Stored data entries:

>>>

"""The supervisor of worker processes (pool.py): it learns of a worker's exit at once."""

from __future__ import annotations

import multiprocessing as mp
import subprocess
import sys
import time

import pytest

from kablate.trials.pool import wait_for_exit
from tests.conftest import REPO


@pytest.mark.timeout(60)
def test_the_supervisor_wakes_on_a_worker_exit_not_on_a_clock():
    ctx = mp.get_context("spawn")
    ends, stays = (
        ctx.Process(target=time.sleep, args=(0.2,)),
        ctx.Process(target=time.sleep, args=(600,)),
    )
    ends.start()
    stays.start()
    try:
        # A timeout far beyond the test's own (pytest-timeout): a supervisor that slept out its
        # period instead of waiting on the sentinels would be stopped as hung.
        assert wait_for_exit([ends, stays], timeout=3600) == [ends]
        assert ends.exitcode == 0 and stays.exitcode is None
        # A worker that has ended is not waited on again; the one still running is.
        assert wait_for_exit([ends, stays], timeout=0.05) == []
    finally:
        stays.kill()
        stays.join()


HEAVY = ("torchvision", "scipy.stats", "statsmodels", "pandas", "matplotlib", "sklearn")


def test_a_worker_imports_none_of_what_only_the_report_and_the_analysis_need():
    # Each of these costs a worker (and the command, which imports the same) CPU seconds of its
    # start, while the cores are shared with the other workers' starts and the runner's checks.
    # The worker's own start-up is done too: the sweep, its costs and the digits data.
    code = (
        "import sys, kablate.trials.pool as p, kablate.trials.runner;"
        f"s = p.load_sweep({str(REPO / 'sweeps' / 'quickstart.toml')!r});"
        "p.build_catalog(s); p.prepare_data(s.data);"
        f"print(','.join(m for m in {HEAVY!r} if m in sys.modules))"
    )
    done = subprocess.run(
        [sys.executable, "-c", code],
        capture_output=True,
        text=True,
        env={"PYTHONPATH": str(REPO / "src")},
        check=True,
    )
    assert done.stdout.strip() == ""
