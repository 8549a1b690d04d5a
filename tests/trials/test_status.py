"""`kablate status`: counts, per-variant progress, throughput and ETA from the study."""

from __future__ import annotations

from datetime import datetime, timedelta

from optuna.trial import TrialState, create_trial

from kablate.trials.status import format_status, summarize

NOW = datetime(2026, 1, 1, 12, 0, 0)


def trial(job: str, state: TrialState, start_min: float, end_min: float | None = None):
    """A trial started (and finished) so many minutes from NOW."""
    values = [0.9, 1.0] if state == TrialState.COMPLETE else None
    variant, seed = job.rsplit("-s", 1)
    attrs = {"job": job, "variant": variant, "seed": int(seed)}
    t = create_trial(state=state, values=values, user_attrs=attrs)
    t.datetime_start = NOW + timedelta(minutes=start_min)
    t.datetime_complete = NOW + timedelta(minutes=end_min) if end_min is not None else None
    return t


def row(variant, seed, status):
    return {"variant": variant, "seed": seed, "status": status, "worker": None}


def test_throughput_and_eta_come_from_running_workers_and_recent_trial_times():
    rows = [
        row("a", 0, "done"),
        row("b", 0, "done"),
        row("a", 1, "running"),
        row("b", 1, "running"),
        row("a", 2, "waiting"),
        row("b", 2, "missing"),
        row("c", 0, "diverged"),
        row("c", 1, "failed"),
    ]
    trials = [
        trial("a-s0", TrialState.COMPLETE, -30, -20),  # 10 min, long ago (an earlier night)
        trial("b-s0", TrialState.COMPLETE, -8, -2),  # 6 min
        trial("a-s1", TrialState.RUNNING, -2),
        trial("b-s1", TrialState.RUNNING, -1),
    ]
    status = summarize("demo", rows, trials, NOW, {"workers": 2, "threads": 1})
    assert status.counts == {"done": 2, "running": 2, "waiting": 2, "failed": 1, "diverged": 1}
    assert status.mean_trial_seconds == 480  # (600 + 360) / 2
    assert status.throughput_per_hour == 2 / 480 * 3600  # two workers, one trial each
    assert status.eta_seconds == 4 * 480 / 2  # 2 running + 2 waiting, two at a time
    by_name = {v["variant"]: v for v in status.variants}
    assert by_name["a"]["done"] == 1 and by_name["a"]["running"] == 1
    assert by_name["b"]["waiting"] == 1  # not enqueued yet counts as waiting
    text = format_status(status)
    assert "2/8 done, 2 running, 2 waiting, 1 failed, 1 diverged" in text
    assert "ETA 16m00s" in text
    assert "  running a seed 1 on ? for 2m00s" in text  # the variant's name, not its job key


def test_a_stopped_sweep_has_no_eta_and_says_how_to_continue():
    rows = [row("a", 0, "done"), row("a", 1, "waiting")]
    trials = [trial("a-s0", TrialState.COMPLETE, -10, -5)]
    status = summarize("demo", rows, trials, NOW, {})
    assert status.eta_seconds is None and status.throughput_per_hour == 0
    assert "no trial is running" in format_status(status)
    assert summarize("demo", rows[:1], trials, NOW, {}).finished


def test_a_finished_sweep_reports_its_throughput_over_the_time_trials_ran():
    rows = [row("a", 0, "done"), row("b", 0, "done"), row("a", 1, "diverged")]
    trials = [
        trial("a-s0", TrialState.COMPLETE, -300, -290),  # an earlier night
        trial("b-s0", TrialState.COMPLETE, -295, -285),  # overlaps it: 15 min together
        trial("a-s1", TrialState.FAIL, -10, -5),  # diverged, tonight: 5 min
    ]
    trials[2].user_attrs["outcome"] = "diverged"
    status = summarize("demo", rows, trials, NOW, {})
    assert status.finished and status.eta_seconds == 0
    assert status.throughput_per_hour == 3 / 20 * 60  # 3 trials in 20 busy minutes
    text = format_status(status)
    assert "every trial has finished; throughput 9.0 trials/h over the time trials were" in text
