"""Trials read back out of storage as the rows of trials.csv and curves.csv: one row per
planned (variant, seed), the attempt that speaks for each job, and epochs counted from 1.

The study is an in-memory Optuna study whose trials are added with `optuna.trial.create_trial`
(Optuna's documented way to add finished trials), tagged as the workers tag them."""

from __future__ import annotations

import optuna
from optuna.trial import TrialState, create_trial

from kablate.lifecycle import DIVERGED, DONE, MISSING
from kablate.results.columns import CURVE_COLUMNS, TRIAL_COLUMNS
from kablate.trials.jobs import Job
from kablate.trials.rows import collect_trials

PLAN = {
    "seeds": [0, 1],
    "variants": [
        {"id": "v0", "name": "all-3", "params": 100, "macs": 1000, "rf": 9},
        {"id": "v1", "name": "stem-5", "params": 120, "macs": 1400, "rf": 11},
    ],
}


def add(study, variant_id, name, seed, state, value=None, **attrs) -> None:
    job = Job(variant_id, name, seed)
    study.add_trial(
        create_trial(
            state=state,
            value=value,
            user_attrs={**job.attrs(), **attrs},
            distributions={},
            params={},
        )
    )


def study_with_trials() -> optuna.Study:
    study = optuna.create_study()
    curve = [[0, 2.0, 1.5, 0.5, 3.0], [1, 1.0, 0.9, 0.8, 6.0]]  # epoch counted from 0
    # all-3 seed 0: done at once, with its curve and predictions
    scores = {"val_acc": 0.8, "test_acc": 0.7, "score_epoch": 1, "best_epoch": -1}
    add(study, "v0", "all-3", 0, TrialState.COMPLETE, 0.8, **scores, worker="w1", curve=curve,
        predictions={"val": "x"})  # fmt: skip
    # all-3 seed 1: failed once, then done on its second attempt
    add(study, "v0", "all-3", 1, TrialState.FAIL, worker="w1")
    add(study, "v0", "all-3", 1, TrialState.COMPLETE, 0.75, val_acc=0.75, worker="w2")
    # stem-5 seed 0: diverged; stem-5 seed 1: never enqueued
    add(study, "v1", "stem-5", 0, TrialState.FAIL, outcome=DIVERGED)
    return study


def test_there_is_a_row_per_planned_trial_in_seed_then_plan_order():
    rows, _ = collect_trials(study_with_trials(), PLAN)
    assert [(r["variant"], r["seed"]) for r in rows] == [
        ("all-3", 0),
        ("stem-5", 0),
        ("all-3", 1),
        ("stem-5", 1),
    ]
    assert [r["status"] for r in rows] == [DONE, DIVERGED, DONE, MISSING]
    assert all(set(TRIAL_COLUMNS) <= set(r) for r in rows)
    assert [(r["params"], r["macs"], r["rf"]) for r in rows[:2]] == [
        (100, 1000, 9),
        (120, 1400, 11),
    ]


def test_the_attempt_that_speaks_for_a_job_gives_its_figures():
    rows, _ = collect_trials(study_with_trials(), PLAN)
    first, retried = rows[0], rows[2]
    assert (first["val_acc"], first["test_acc"], first["worker"]) == (0.8, 0.7, "w1")
    assert (first["score_epoch"], first["best_epoch"]) == (2, None)  # counted from 1; none
    assert first["predictions"] == {"val": "x"} and first["n_attempts"] == 1
    assert (retried["val_acc"], retried["worker"], retried["n_attempts"]) == (0.75, "w2", 2)
    assert retried["trial"] == 2  # the second attempt's trial number
    assert rows[3]["n_attempts"] == 0 and rows[3]["predictions"] == {}


def test_curves_have_a_row_per_epoch_counted_from_one():
    _, curves = collect_trials(study_with_trials(), PLAN)
    assert curves == [
        dict(zip(CURVE_COLUMNS, ("all-3", 0, 1, 2.0, 1.5, 0.5, 3.0), strict=True)),
        dict(zip(CURVE_COLUMNS, ("all-3", 0, 2, 1.0, 0.9, 0.8, 6.0), strict=True)),
    ]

<<<

> [Activity]
Go to the line with "assert wait_for_exit([ends, stays], timeout=3600)" in the entries above and repeat every line from there through the line with "t.datetime_complete = NOW", exactly and with no other text.

> [Response below]
        assert wait_for_exit([ends, stays], timeout=3600) == [ends]
        assert ends.exitcode == 0 and stays.exitcode is None
        # A worker that has ended is not waited on again; the one still running is.
        assert wait_for_exit([ends, stays], timeout=0.05) == []
    finally:
        stays.kill()
        stays.join()


HEAVY = ("torchvision", "scipy.stats", "statsmodels", "pandas", "matplotlib", "sklearn")


def test_a_worker_imports_none_of_what_only_the_report_and_the_analysis_need():
    # Each of these costs a worker (and the command, which imports the same) CPU seconds of its
    # start, while the cores are shared with the other workers' starts and the runner's checks.
    # The worker's own start-up is done too: the sweep, its costs and the digits data.
    code = (
        "import sys, kablate.trials.pool as p, kablate.trials.runner;"
        f"s = p.load_sweep({str(REPO / 'sweeps' / 'quickstart.toml')!r});"
        "p.build_catalog(s); p.prepare_data(s.data);"
        f"print(','.join(m for m in {HEAVY!r} if m in sys.modules))"
    )
    done = subprocess.run(
        [sys.executable, "-c", code],
        capture_output=True,
        text=True,
        env={"PYTHONPATH": str(REPO / "src")},
        check=True,
    )
    assert done.stdout.strip() == ""
repository 8549a1b690d04d5a
filename tests/trials/test_status.py
"""`kablate status`: counts, per-variant progress, throughput and ETA from the study."""

from __future__ import annotations

from datetime import datetime, timedelta

from optuna.trial import TrialState, create_trial

from kablate.trials.status import format_status, summarize

NOW = datetime(2026, 1, 1, 12, 0, 0)


def trial(job: str, state: TrialState, start_min: float, end_min: float | None = None):
    """A trial started (and finished) so many minutes from NOW."""
    values = [0.9, 1.0] if state == TrialState.COMPLETE else None
    variant, seed = job.rsplit("-s", 1)
    attrs = {"job": job, "variant": variant, "seed": int(seed)}
    t = create_trial(state=state, values=values, user_attrs=attrs)
    t.datetime_start = NOW + timedelta(minutes=start_min)
    t.datetime_complete = NOW + timedelta(minutes=end_min) if end_min is not None else None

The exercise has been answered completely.